No matter what your business, assembling the right team is fundamental. Whoever you hire should make your professional life easier by just doing their job well.

It sounds simple, but good help is hard to find.

That said, asking the right job interview questions when you conduct interviews is a surefire way to separate the wheat from the chaff (well, most of the time).

Remember: interviewing is stressful for all parties involved. You’re both sizing each other up and, in the back of your mind, asking yourself, ‘Can I really see this person every…single…day?’

Interviewing candidates for a job is (sort of) like going on a series of unromantic blind dates but then you have to marry one at the end. To ensure your next hire is both someone you can stand to work and a worthwhile addition to the team, rely on these handy  job interview questions.

1. Why should I hire you?

This seems like an obvious job interview question, but it’s precisely for that reason it’s so often overlooked. A good job candidate will be ready with an answer. But timing here is key: you should ask this question towards the end of your conversation, after you’ve explained the nature of your business and your expectations for the role. That way, the interviewee will have a clear sense of why you need to hire someone (read: what problem you hope to solve). The best candidate will be able to convincingly tell you why they are the solution you’re looking for and, hopefully, be able to cite examples from previous work experience to illustrate his or her points.

2. If you were an animal, what kind would you be?

This silly question serves a couple purposes. For one, it puts the interviewee on his or her toes. They probably haven’t prepared a canned answer to this one.

Secondly, it serves to lighten the mood and loosen the tension. You should aim to have a genuine conversation with this person, not a stilted dialogue during which you trade well-rehearsed lines. To that end, it often helps to throw in a less serious question.

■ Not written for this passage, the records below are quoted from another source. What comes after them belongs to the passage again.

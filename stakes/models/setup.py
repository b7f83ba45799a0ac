"""Setups as they stand now; rebuilt from the record at will."""

from __future__ import annotations

from django.db import models

from stakes.models.record import Record


class Setup(models.Model):
    """A means of measuring made ready, with the marks and values it leaned on."""

    key = models.UUIDField(primary_key=True)
    record = models.ForeignKey(Record, models.PROTECT)
    sort = models.CharField(max_length=30)
    opened_by = models.CharField(max_length=200)
    person = models.CharField(max_length=64)
    instrument = models.CharField(max_length=120, blank=True)
    serial = models.CharField(max_length=60, blank=True)
    occasion = models.UUIDField(null=True)
    number = models.BigIntegerField()
    bears_on = models.JSONField(default=list)
    opened_at = models.DateTimeField(null=True)
    closed_at = models.DateTimeField(null=True)
    opening = models.CharField(max_length=12, blank=True)
    closing = models.CharField(max_length=12, blank=True)
    passed_at = models.DateTimeField(null=True)
    doubt_from = models.DateTimeField(null=True)
    reason = models.CharField(max_length=200, blank=True)

    def __str__(self) -> str:
        return f"{self.sort} {self.opened_at}"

Plus, it may shed some light on what your candidate’s personality is really like.

Word to the wise: Easy there, Dr. Freud. Just because someone says they’re an eagle, doesn’t mean they’re vigilant (or can fly, etc.). If you’re looking for a leader, ask questions about leadership qualities. Don’t hire the candidate who says they’d be a lion, and don’t necessarily write off one who says they’d be an armadillo (but maybe do).


3. Have you ever had to deal with an unpleasant person in a professional setting? If so, how did you handle it?

This question should spur a revealing answer. First, you’ll get a sense of what they consider to be ‘an unpleasant person.’

If their threshold for unpleasantness leads them to cite a particular coworker who wore an irritating series of brightly coloured wooly sweaters all winter, then you may be speaking to a high-maintenance employee.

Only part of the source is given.